• **Directions**
Your job is to set down the stretch of entries that opens with the line containing "function fields(ctx: Ctx, labels: string[]): void" and closes with the line containing "y).lineTo(PAGE.margin + width(doc), y).stroke();". Keep both end lines, copy each exactly, and add nothing.
START Data shown
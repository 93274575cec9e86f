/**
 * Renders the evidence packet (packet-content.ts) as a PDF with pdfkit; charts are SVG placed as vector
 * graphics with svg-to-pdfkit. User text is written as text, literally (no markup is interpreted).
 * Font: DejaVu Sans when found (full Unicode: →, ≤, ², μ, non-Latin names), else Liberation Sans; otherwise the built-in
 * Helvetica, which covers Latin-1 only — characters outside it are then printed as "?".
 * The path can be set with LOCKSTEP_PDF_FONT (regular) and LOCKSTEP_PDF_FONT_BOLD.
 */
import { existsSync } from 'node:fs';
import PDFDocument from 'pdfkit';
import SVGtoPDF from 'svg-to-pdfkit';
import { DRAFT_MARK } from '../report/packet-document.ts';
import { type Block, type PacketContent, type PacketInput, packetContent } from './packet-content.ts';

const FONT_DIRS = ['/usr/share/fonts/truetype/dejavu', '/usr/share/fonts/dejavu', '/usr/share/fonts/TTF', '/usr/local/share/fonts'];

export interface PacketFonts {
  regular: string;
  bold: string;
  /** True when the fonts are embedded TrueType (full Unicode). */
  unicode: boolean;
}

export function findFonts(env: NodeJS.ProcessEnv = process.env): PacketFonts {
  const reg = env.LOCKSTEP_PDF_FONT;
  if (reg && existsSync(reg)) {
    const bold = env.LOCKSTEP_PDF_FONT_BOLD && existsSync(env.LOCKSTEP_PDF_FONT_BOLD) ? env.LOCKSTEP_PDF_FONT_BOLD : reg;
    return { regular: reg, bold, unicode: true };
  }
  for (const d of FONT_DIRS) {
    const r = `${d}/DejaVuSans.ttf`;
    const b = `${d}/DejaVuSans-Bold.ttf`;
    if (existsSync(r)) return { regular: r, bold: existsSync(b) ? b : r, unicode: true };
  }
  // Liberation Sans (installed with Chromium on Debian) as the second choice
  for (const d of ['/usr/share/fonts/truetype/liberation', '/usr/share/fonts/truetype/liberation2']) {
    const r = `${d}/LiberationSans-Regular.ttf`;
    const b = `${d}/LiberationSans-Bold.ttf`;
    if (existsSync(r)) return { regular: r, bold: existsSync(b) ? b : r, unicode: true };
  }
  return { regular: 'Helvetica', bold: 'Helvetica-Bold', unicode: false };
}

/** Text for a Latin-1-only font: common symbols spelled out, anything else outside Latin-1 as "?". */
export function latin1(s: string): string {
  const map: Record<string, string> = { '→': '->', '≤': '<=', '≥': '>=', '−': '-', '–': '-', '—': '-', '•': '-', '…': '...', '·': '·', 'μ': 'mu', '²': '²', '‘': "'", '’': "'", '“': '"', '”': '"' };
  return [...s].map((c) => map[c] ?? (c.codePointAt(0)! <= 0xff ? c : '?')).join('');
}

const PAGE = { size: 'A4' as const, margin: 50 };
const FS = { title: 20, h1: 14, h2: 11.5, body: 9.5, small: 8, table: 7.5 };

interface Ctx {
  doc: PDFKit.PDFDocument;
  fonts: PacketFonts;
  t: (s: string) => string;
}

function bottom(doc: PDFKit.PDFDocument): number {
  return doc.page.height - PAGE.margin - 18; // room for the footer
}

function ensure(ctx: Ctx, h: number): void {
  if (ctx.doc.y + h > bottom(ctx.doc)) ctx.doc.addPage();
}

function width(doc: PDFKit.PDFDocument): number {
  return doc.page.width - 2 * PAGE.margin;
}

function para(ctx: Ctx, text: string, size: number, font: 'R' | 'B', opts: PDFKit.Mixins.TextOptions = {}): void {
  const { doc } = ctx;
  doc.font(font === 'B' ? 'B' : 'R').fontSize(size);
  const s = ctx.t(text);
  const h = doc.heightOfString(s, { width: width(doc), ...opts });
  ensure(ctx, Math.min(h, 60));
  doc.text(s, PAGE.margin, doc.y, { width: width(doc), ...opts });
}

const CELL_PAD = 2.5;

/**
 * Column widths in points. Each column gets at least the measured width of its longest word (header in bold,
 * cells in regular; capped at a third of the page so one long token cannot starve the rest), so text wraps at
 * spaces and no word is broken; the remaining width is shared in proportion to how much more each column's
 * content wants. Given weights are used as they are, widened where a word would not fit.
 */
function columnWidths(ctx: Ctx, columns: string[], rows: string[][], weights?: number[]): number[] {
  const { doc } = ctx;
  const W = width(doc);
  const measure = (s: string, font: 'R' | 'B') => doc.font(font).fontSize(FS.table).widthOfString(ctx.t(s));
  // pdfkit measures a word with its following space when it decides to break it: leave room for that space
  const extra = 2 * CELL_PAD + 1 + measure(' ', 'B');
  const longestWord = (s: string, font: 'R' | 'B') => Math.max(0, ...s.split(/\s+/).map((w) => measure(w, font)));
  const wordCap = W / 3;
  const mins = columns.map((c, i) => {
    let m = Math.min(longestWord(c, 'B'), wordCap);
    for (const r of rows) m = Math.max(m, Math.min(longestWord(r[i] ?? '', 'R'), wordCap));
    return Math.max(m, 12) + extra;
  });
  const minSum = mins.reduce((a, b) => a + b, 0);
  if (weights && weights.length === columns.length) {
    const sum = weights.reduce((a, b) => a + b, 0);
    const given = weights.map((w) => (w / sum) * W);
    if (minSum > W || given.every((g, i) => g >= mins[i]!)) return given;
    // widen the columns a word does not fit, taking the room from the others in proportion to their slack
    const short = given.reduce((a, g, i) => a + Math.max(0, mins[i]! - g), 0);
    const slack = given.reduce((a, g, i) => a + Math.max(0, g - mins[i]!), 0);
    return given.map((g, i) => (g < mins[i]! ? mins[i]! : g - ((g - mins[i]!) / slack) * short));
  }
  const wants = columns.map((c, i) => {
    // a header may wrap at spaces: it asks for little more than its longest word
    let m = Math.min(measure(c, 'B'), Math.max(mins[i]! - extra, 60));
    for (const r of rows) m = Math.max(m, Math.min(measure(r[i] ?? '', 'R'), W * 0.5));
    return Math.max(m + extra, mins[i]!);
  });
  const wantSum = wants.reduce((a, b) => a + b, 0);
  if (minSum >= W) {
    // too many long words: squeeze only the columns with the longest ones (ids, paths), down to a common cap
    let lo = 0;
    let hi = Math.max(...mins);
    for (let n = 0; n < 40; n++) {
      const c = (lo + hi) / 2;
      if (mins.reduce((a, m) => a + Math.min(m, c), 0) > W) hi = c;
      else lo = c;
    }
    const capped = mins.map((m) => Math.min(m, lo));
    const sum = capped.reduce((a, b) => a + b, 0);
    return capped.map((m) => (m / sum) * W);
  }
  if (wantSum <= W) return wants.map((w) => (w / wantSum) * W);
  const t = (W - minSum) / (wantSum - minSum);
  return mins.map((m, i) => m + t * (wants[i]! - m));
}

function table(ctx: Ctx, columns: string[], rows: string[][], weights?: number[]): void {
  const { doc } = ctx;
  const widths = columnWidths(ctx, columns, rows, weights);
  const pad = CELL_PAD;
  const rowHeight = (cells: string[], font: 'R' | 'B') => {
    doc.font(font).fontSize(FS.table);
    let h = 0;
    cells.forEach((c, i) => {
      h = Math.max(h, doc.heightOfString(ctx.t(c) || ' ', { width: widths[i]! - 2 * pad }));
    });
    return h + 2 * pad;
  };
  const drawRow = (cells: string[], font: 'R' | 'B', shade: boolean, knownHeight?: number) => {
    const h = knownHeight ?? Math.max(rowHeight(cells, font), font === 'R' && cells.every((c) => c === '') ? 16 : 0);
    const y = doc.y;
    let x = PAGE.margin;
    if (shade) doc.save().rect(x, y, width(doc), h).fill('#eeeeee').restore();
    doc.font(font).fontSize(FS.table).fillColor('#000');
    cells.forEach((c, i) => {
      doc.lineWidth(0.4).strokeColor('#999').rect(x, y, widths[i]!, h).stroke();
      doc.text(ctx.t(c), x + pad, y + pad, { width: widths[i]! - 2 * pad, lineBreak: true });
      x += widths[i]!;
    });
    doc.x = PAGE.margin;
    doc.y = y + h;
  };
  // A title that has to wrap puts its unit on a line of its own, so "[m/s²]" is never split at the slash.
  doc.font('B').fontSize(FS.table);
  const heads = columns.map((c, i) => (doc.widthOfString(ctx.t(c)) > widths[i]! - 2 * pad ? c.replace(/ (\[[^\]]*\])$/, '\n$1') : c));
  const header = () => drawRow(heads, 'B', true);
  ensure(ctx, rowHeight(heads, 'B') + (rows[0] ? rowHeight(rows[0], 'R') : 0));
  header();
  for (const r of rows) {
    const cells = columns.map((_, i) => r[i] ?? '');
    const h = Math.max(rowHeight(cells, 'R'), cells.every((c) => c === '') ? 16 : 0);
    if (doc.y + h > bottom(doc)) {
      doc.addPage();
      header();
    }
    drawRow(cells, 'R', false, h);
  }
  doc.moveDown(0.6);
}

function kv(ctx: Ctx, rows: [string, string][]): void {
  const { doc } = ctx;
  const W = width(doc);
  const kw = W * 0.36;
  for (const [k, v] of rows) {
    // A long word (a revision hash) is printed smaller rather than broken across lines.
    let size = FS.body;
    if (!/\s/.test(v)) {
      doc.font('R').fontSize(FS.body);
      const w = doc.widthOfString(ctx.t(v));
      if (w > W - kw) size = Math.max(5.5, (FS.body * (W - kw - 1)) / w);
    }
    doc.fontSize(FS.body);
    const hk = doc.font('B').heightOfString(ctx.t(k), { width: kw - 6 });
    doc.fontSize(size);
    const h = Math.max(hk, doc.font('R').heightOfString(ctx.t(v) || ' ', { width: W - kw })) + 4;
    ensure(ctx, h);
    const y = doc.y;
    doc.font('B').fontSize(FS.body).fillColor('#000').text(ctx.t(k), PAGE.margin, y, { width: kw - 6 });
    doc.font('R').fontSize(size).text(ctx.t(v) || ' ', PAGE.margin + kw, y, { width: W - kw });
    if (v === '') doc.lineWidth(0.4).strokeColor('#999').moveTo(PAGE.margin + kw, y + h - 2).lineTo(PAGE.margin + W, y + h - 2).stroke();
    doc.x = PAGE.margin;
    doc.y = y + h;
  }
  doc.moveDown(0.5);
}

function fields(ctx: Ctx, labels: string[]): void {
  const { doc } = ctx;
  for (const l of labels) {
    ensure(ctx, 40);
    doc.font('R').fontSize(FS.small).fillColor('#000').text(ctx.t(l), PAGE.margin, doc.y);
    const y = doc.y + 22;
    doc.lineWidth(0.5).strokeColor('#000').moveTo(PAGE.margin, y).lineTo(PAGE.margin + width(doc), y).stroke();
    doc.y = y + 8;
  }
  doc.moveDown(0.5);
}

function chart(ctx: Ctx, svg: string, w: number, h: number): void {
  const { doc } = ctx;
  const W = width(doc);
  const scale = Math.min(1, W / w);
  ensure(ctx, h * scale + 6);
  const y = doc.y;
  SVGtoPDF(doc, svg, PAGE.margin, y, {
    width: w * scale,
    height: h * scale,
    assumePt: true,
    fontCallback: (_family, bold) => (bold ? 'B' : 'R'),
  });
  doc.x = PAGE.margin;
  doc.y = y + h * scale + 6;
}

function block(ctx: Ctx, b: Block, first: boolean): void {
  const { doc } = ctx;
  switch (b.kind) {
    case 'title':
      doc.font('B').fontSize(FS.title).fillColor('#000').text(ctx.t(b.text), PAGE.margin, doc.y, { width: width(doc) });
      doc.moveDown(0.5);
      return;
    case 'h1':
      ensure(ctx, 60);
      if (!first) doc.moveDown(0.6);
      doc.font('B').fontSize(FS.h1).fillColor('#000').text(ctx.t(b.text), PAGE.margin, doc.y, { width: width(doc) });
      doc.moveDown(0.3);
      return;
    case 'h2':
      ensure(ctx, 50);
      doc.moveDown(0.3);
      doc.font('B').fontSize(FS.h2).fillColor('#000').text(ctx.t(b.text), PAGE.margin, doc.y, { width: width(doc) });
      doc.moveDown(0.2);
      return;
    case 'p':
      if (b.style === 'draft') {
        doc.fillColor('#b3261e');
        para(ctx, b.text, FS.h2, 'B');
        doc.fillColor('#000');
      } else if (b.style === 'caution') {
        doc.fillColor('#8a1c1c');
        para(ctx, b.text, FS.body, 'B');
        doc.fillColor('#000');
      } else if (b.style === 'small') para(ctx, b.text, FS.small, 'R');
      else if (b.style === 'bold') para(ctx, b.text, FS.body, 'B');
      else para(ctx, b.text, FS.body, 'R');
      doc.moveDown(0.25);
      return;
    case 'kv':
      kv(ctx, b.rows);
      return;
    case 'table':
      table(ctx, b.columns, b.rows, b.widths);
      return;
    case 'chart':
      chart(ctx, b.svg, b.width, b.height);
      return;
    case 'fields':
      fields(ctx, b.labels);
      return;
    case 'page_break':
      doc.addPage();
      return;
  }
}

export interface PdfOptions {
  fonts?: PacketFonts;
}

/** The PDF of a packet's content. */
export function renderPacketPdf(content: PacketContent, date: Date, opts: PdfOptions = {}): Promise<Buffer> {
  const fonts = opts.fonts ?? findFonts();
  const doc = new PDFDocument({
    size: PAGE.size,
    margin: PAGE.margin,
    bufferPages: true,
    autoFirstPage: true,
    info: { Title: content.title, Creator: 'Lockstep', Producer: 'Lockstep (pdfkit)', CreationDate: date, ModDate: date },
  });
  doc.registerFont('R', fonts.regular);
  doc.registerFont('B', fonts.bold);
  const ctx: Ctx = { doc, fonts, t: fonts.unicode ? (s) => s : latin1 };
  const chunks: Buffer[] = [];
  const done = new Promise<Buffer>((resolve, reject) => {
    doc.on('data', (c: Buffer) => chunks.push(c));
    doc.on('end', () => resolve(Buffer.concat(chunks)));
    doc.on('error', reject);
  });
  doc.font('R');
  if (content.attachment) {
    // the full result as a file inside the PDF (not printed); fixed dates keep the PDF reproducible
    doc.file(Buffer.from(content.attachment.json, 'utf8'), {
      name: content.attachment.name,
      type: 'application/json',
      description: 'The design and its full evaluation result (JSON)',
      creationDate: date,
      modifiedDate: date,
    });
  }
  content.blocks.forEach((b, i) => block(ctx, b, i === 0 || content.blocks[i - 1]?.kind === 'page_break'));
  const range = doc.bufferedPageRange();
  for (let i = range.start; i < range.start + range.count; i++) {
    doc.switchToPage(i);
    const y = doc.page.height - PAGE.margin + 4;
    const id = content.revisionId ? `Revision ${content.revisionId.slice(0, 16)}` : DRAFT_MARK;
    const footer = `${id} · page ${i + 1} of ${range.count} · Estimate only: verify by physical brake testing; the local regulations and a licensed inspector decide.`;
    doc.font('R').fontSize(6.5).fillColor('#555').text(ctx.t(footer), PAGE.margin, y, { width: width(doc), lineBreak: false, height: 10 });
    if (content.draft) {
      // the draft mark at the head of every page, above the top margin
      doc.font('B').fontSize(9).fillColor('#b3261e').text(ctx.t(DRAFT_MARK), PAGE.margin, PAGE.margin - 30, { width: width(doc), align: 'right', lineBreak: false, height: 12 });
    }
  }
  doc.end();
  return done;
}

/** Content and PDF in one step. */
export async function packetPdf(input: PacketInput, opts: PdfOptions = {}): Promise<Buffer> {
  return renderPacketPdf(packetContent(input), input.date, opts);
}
END Data shown
• **Result for this task**
function fields(ctx: Ctx, labels: string[]): void {
  const { doc } = ctx;
  for (const l of labels) {
    ensure(ctx, 40);
    doc.font('R').fontSize(FS.small).fillColor('#000').text(ctx.t(l), PAGE.margin, doc.y);
    const y = doc.y + 22;
    doc.lineWidth(0.5).strokeColor('#000').moveTo(PAGE.margin, y).lineTo(PAGE.margin + width(doc), y).stroke();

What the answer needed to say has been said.